Las Vegas Sun

April 24, 2024

Study raps Channel 3’s coverage of campaigns

A study lambasted KVBC-TV Channel 3 for averaging only 31 seconds of campaign coverage each night on local newscasts in the month leading up to November's general election.

The report released today by the University of Southern California's Norman Lear Center and the Alliance for Better Campaigns in Washington measured 74 television stations nationwide that received the most political advertising money in 58 major markets. The average political coverage among those stations was 1 minute, 14 seconds per evening.

The study, sponsored locally by the Progressive Leadership Alliance of Nevada, found that most of the stations provided no more than 45 seconds total of political coverage on their 5 p.m. through 11:30 p.m. local newscasts. A separate study by the Annenberg Public Policy Center at the University of Pennsylvania found that the networks averaged only 64 seconds of campaign coverage on nightly newscasts in the 30 days leading up to the election.

KVBC was the only Las Vegas station in the university study because it had reaped the largest amount of political advertising revenue in the Southern Nevada market.

"Channel 3 can do a better job of covering political races and management knows it," said Paul Brown, Southern Nevada director of the alliance. "The other local network affiliates are doing a better job."

The alliance, which represents labor, women, minorities and environmentalists, supports a proposal that television stations devote at least five minutes each night to campaign coverage in the 30 days before an election. That idea was first proposed in 1998 by the Advisory Committee on the Public Interest Obligations of Digital Television Broadcasters, chaired by then-Vice President Al Gore.

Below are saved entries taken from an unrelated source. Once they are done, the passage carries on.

"""Stability (ICH M10): the ``[stability]`` section."""

from __future__ import annotations

from dataclasses import replace

from .._entry import Assessment, Characteristic
from ..runs.analysis import RunsResult, study_qc_found
from . import presentation, settings
from .analysis import StabilityResult, assess_stability, stability_criteria
from .settings import StabilityData, StabilitySection

__all__ = ["ENTRY", "StabilityResult"]


def assess(ctx) -> Assessment[StabilityResult] | None:
    """The analyte's stability conditions and their criteria; ``None`` when it has no stability results."""
    data: StabilityData | None = ctx.data_of(ENTRY)
    s: StabilitySection | None = ctx.settings_of(ENTRY)
    if data is None or s is None:
        return None
    from_runs = isinstance(data, RunsResult)
    if from_runs:                 # no file of its own: the runs' QC injections with a condition
        qc = study_qc_found(data, "stability")
        if qc is None:
            return None
        data = StabilityData(tuple(qc.labels), qc.nominal, qc.found)
    result = assess_stability(data, reference=s.reference, limit_pct=s.limit_pct, judged_on=s.judged_on,
                              min_replicates=s.min_replicates, level=1 - ctx.alpha)
    if from_runs:
        result = replace(result, data_from="runs")
    return Assessment(result, stability_criteria(result))


ENTRY: Characteristic[StabilityResult] = Characteristic(
    "stability", "Stability", assess, settings=settings.StabilitySection, load=settings.load, result_types=(StabilityResult,),
    sentences=presentation.sentences, figures=presentation.figures, fragment="characteristics/stability.html.j2")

KVBC general manager Gene Greenberg said this morning that he did not agree with the methodology used in the report.

"We did quite a bit of issue coverage," Greenberg said. "They're talking only about candidate discourse."

Greenberg said that as the election drew closer, there wasn't much new to cover. But he did say that his station devoted 90 minutes to a debate between U.S Senate candidates John Ensign and Ed Bernstein.

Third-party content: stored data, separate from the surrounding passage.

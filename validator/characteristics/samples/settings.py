"""Quantified samples: the ``[samples]`` table and its data file.

The file has one row per reading of an unknown: ``sample`` (its id; the readings of one id are
averaged), ``response`` and optionally ``analyte``.
"""

from __future__ import annotations

from dataclasses import dataclass

from ...errors import DataError
from ...inputs.loading import analyte_rows, numeric_column
from typing import Annotated, Optional

from pydantic import AfterValidator, Field, model_validator

from ...errors import show
from ...inputs.sample_ids import check_expected, near_duplicates, spelling_variant
from ...inputs.study import DataSource, _no_control
from ...inputs.tables import MAX_NAME_LENGTH

__all__ = ["SamplesSection", "SampleData", "load"]


SampleId = Annotated[str, Field(min_length=1, max_length=100, pattern=r"\S"), AfterValidator(_no_control)]


class SamplesSection(DataSource):
    """[samples]: the unknowns' responses (none when [[runs]] give them), and optionally the ids expected."""

    # the ids to check the data against: not design or criteria (validator.protocol)
    expected: list[SampleId] = Field([], json_schema_extra={"protocol": False})
    expected_readings: Optional[int] = Field(None, ge=1, le=1000, json_schema_extra={"protocol": False})

    @model_validator(mode="after")
    def _expected(self):
        seen = set()
        for sid in self.expected:
            if sid in seen:
                raise ValueError(f'expected lists sample "{show(sid)}" twice')
            seen.add(sid)
        if self.expected_readings is not None and not self.expected:
            raise ValueError("expected_readings needs the list of expected sample ids (expected = [...])")
        return self


@dataclass(frozen=True)
class SampleData:
    """One unknown: its id and its readings (with their file rows)."""

    id: str
    responses: tuple[float, ...]
    rows: tuple[int, ...]


def load(reader, settings: SamplesSection, analytes) -> dict[str, tuple[SampleData, ...]]:
    """``{analyte: its samples}``, each sample's readings grouped by id in file order."""
    if settings.data is None:          # the samples come from [[runs]]
        return {}
    table = reader.table("samples", settings, ("sample", "response"), ("analyte",))
    ids = table.texts("sample", MAX_NAME_LENGTH)
    responses = numeric_column(table, "response", reader.decimal).tolist()
    clash = spelling_variant(ids)
    if clash is not None:
        first, second = clash
        raise DataError(f'sample id "{ids[second]}" differs only in case or spacing from "{ids[first]}" '
                        f"(row {table.rows[first]}); use one spelling per sample", file=table.path,
                        row=table.rows[second], column="sample", value=ids[second])
    out = {}
    for name, idx in analyte_rows(table, analytes, "reading").items():
        own_ids, own_rows = [ids[i] for i in idx], [table.rows[i] for i in idx]
        if settings.expected:
            check_expected(analyte=name, ids=own_ids, rows=own_rows, file=table.path,
                           expected=tuple(settings.expected), expected_readings=settings.expected_readings,
                           study=reader.study.shown)
        else:
            reader.near_duplicate_ids.extend(near_duplicates(analyte=name, ids=own_ids, rows=own_rows,
                                                             file=table.path))
        groups = {}
        for i in idx:
            groups.setdefault(ids[i], ([], []))
            groups[ids[i]][0].append(responses[i])
            groups[ids[i]][1].append(table.rows[i])
        out[name] = tuple(SampleData(sid, tuple(r), tuple(rw)) for sid, (r, rw) in groups.items())
    return out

Greenberg told the Sun in May that TV stations have to weigh political information with keeping viewer interest.

"If viewers are told that for the next five minutes we will air a debate between two local candidates, they'll probably turn to 'South Park,' " Greenberg said at the time. "But I still think all the stations do a good job of covering races."

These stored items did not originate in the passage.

* two-level probe: ``emitted_phonons`` is the emission term of ``P_up``
  (the probe starts in its ground state; the phonon is emitted while the
  probe is excited: switching- or motion-induced emission), and
  ``emitted_phonons_excited`` the emission term of ``P_down`` (the probe
  starts excited);
* density probe: ``emitted_phonons`` is ``A int S|F|^2 (1+n)|a(0, k)|^2``
  and ``absorbed_phonons`` the thermal absorption term.

Numerical method (natural units of the gas: q = k xi, t in xi/c)
----------------------------------------------------------------
* Time: a uniform grid over the switching support with the trapezoid rule.
  chi is smooth and vanishes at both ends (or is below 1e-16 there), so by
  the Poisson summation formula the trapezoid error is the integrand's
  spectrum at multiples of the sampling frequency 2 pi/dt: once 2 pi/dt
  clears the highest local frequency ``|D| + w(q_max) + q_max |v|_max``
  plus the switching bandwidth, the error is spectrally small.  The step is
  chosen so that even the every-other-point sub-rule (step 2 dt) satisfies
  this; the difference of the two sums is the time-step error estimate.
  The fine step thus has 2 (1 + bandwidth/f) >= 2 points per period of the
  highest frequency f, and acceleration adds a margin z sqrt(q |a|) to f
  (curved paths spread the spectrum beyond the instantaneous frequency, with
  an Airy-like tail; z is the depth of that tail at 0.1 rtol, 3.6 at
  rtol = 1e-3, 4.8 at 1e-6).
  Positions are evaluated once on the grid and reused for every k.
* |k|: a uniform grid q_i = i h on [0, q_max] with fourth-order end
  weights at q = 0 (3/8, 7/6, 23/24, 1, ...).  |a|^2 depends on q through
  e^{i(w(q) s - q n.dx)} with |w'(q) s - n.dx| below the conjugate length
  ``L = v_g(q_max) T_c + D`` (T_c the correlation length of chi, D the path
  diameter).  That bound weights every lag of the switching fully, a worst
  case, so the first pass puts the full rule (not its sub-rule) at it,
  h = 2 pi/L; the difference with the every-other-point sub-rule (2h) is
  the radial error estimate, and h is halved when it exceeds its share.
  ``q_max`` is where the form factor or the detuning (off-resonance beyond
  the switching bandwidth) makes the integrand negligible; the share of the
  last 5 % of the grid is checked.
* Directions: 1D the two directions +-; 2D the periodic trapezoid rule in
  the angle (its every-other-point sub-rule is the angular check); 3D
  Lebedev rules (``scipy.integrate.lebedev_rule``) or, for elongated paths
  or when the direction spectrum is asked for, a Gauss-Legendre (cos theta)
  x trapezoid (phi) product rule about the path's principal axis (or the
  spectrum axis).  The angular degree needed at q is about q D (the
  harmonic content of e^{-i q n.dx}): the Bessel tail past l = qD falls
  like an Airy function, so the degree is qD + z (qD/2)^(1/3) + 4 with z
  the depth at the node's own tolerance -- 0.1 rtol scaled by the node's
  weight q^(d-1) S |F|^2 against the largest one (|a|^2 <= (int chi)^2
  everywhere, so a node of small weight needs less relative accuracy).
  It is chosen per band of q and checked against a rule of 3/4 the degree
  on every fourth q node.
* Amplitudes: for each band of q sharing a rule, e^{-i q n.x(t)} is advanced
  from one q node to the next by one complex multiplication (two cos/sin
  pairs per direction and time: the start and the step) and contracted with
  chi w_t e^{i(D + w_q)t} by a real matrix product on the interleaved
  (re, im) storage; directions are swept in cache-sized blocks over runs of
  16 q nodes.  Work is split into chunks of directions and q that fit in
  ``max_memory`` and run on threads.
* FFT route (``method="fft"``, or chosen by ``"auto"`` when its cost
  model says it is cheaper -- typically long transits of paths of bounded
  size, where the direct sums cost (times x nodes x directions) and the
  FFTs (directions x K x M log M)): the radial nodes are uniform in
  frequency, w_j = j dw with dw = 2 pi/(M dt), and the first pass puts the
  sub-rule (2 dw) at the conjugate length T_c + D/min(v_g) in w, the rule in
  w carrying the Jacobian 1/v_g; every direction's amplitudes on all nodes
  come from K length-M FFTs of b_m e^{-i q_c u_m} T_k(u_m/U) (the
  Jacobi-Anger series of e^{-i (q - q_c) u}, see
  :mod:`probe.amplitudes_fft`), with the even and odd time samples
  transformed apart so that the time sub-rule comes free.  For a two-level
  probe dw divides 2 Omega, so both detunings read one set of transforms
  (the time step is adjusted to the grid and the window extended by under
  one step; not for a hard cut).  One angular rule, the cover of every
  node's, serves all nodes; the 3D angular check is the cover at 3/4 the
  degree on every 4th node (a transform of length M/4 of the folded time
  series gives exactly those frequencies).  Both routes compute the same sums and are checked
  against each other and the closed forms in the tests.  When the
  amplitude is resonant at k -> 0 (|D| T_c < 10: the density probe, or a
  gap inside the switching bandwidth) the integrand has a peak of width
  1/T_c at the start of the frequency grid, which its end-corrected rule
  resolves only after several refinements; the cost model counts them.
* Lag route (``method="lag"``, and ``"auto"`` whenever it applies): for a
  path whose separations |x(t + s) - x(t)| depend on the lag s alone (the
  trajectory's ``separation`` capability: linear, circular) and no
  direction spectrum, the angular integral is exact --
  int dOmega |a|^2 = |S^{d-1}| sum_m c_m e^{i(D + w)s_m} j_d(q r(s_m)) with
  c_m the switching's autocorrelation on the time grid (by FFT) and j_d the
  isotropic average of e^{-i k.dx} (sin x/x, J_0, cos) -- the same double
  trapezoid sum regrouped by lag, at cost nodes x lags.
* If an error estimate exceeds its share of ``rtol`` that part is refined
  (h or dt halved, angular degree x 1.4, q_max x 1.5) and the whole sum
  recomputed, up to ``max_refinements`` times.  ``achieved_rtol`` is the
  sum of the estimates relative to the result; each estimate is that of the
  coarser sub-rule, so the reported (finer) values are usually far more
  accurate than it says.
"""
from __future__ import annotations
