def test_spline_speed_warning_names_the_key_and_gives_ms():
    # the warning names trajectory.max_speed, gives times in ms (the path spans
    # 20 ms) and the largest speed as the trajectory's own scan finds it
    stir = Path(__file__).resolve().parents[1] / "examples" / "transits" / "stir2d_spline.toml"
    sc_ = load_config(stir, overrides=["trajectory.max_speed=1 c_s"])
    (warning,) = sc_.trajectory.warnings
    assert warning.startswith("trajectory.max_speed: ") and " ms" in warning
    assert " s," not in warning and " s (" not in warning
    vmax = sc_.trajectory.max_speed()        # trajectories' own scan (refined)
    assert f"reaches {vmax:.4g} m/s" in warning
    c = sc_.condensate.sound_speed
    assert f"({vmax / c:.4g} c_s)" in warning
    assert load_config(stir, overrides=["trajectory.max_speed=2 c_s"]).trajectory.warnings == []
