def run_planning(scenario, spec, names, nominal, evaluate_one, rest_one=None,
                 fast=False, step=ELASTICITY_STEP):
    """The :class:`Planning` of one result.

    ``names``: the result's outputs (the main ones with a finite nominal
    value get bands: a passage's largest Mach number is infinite where it
    leaves the cloud); ``nominal``:
    their values (name -> number); ``evaluate_one(scenario)``: the outputs
    of another scenario (name -> number), used for the rebuilt samples;
    ``rest_one(scenario)``: the readout's signal output with the probe at
    rest (None: no reference run, as for ``reference = "none"``); ``fast``:
    the samples go through the many-gases route; ``step``: of the
    elasticities.  InputError ("readout.reference") when the signal equals
    its reference."""
    finite = [m for m in band_names(names)
              if nominal.get(m) is not None and np.isfinite(float(nominal[m]))]
    plan = Planning(spec, finite, {m: float(nominal[m]) for m in finite})
    readout = spec.readout
    if readout is not None:
        plan.signal = readout_signal(scenario, plan.names)
        rest_one = rest_one if readout.reference == "rest" else None
        ref = 0.0 if rest_one is None else rest_one(scenario)
        values = readout_values(readout, excited_probability(plan.signal,
                                                             plan.nominal[plan.signal]),
                                excited_probability(plan.signal, ref))
        if not math.isfinite(values["shots_needed"]):
            raise InputError("readout.reference", f"the signal is read as excited with the "
                             f"probability {values['measured_probability']:.6g} of its "
                             f"reference (reference = \"{readout.reference}\"): no number "
                             "of repetitions tells them apart")
        plan.nominal.update({m: float(v) for m, v in values.items()})
        plan.names += list(READOUT_OUTPUTS)
    else:
        rest_one = None
    if spec.inputs:
        _monte_carlo(scenario, plan, evaluate_one, rest_one, fast, step)
    return plan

Few Nevada political campaigns received much media attention last fall because most of the races were projected either as one-sided or lacking in divisive issues. In the general election, only one of the four Clark County Commission races was close and all but one incumbent state legislator from Southern Nevada who sought re-election was successful.

But Brown said some of those races may have been closer had local television devoted more time to political coverage.

"Most of the local TV coverage was political advertising watch coverage, but by definition those who had the most money to run ads were dictating the issues," he said. "So you saw ads about prescription drug coverage but you didn't hear anything about clean water or air."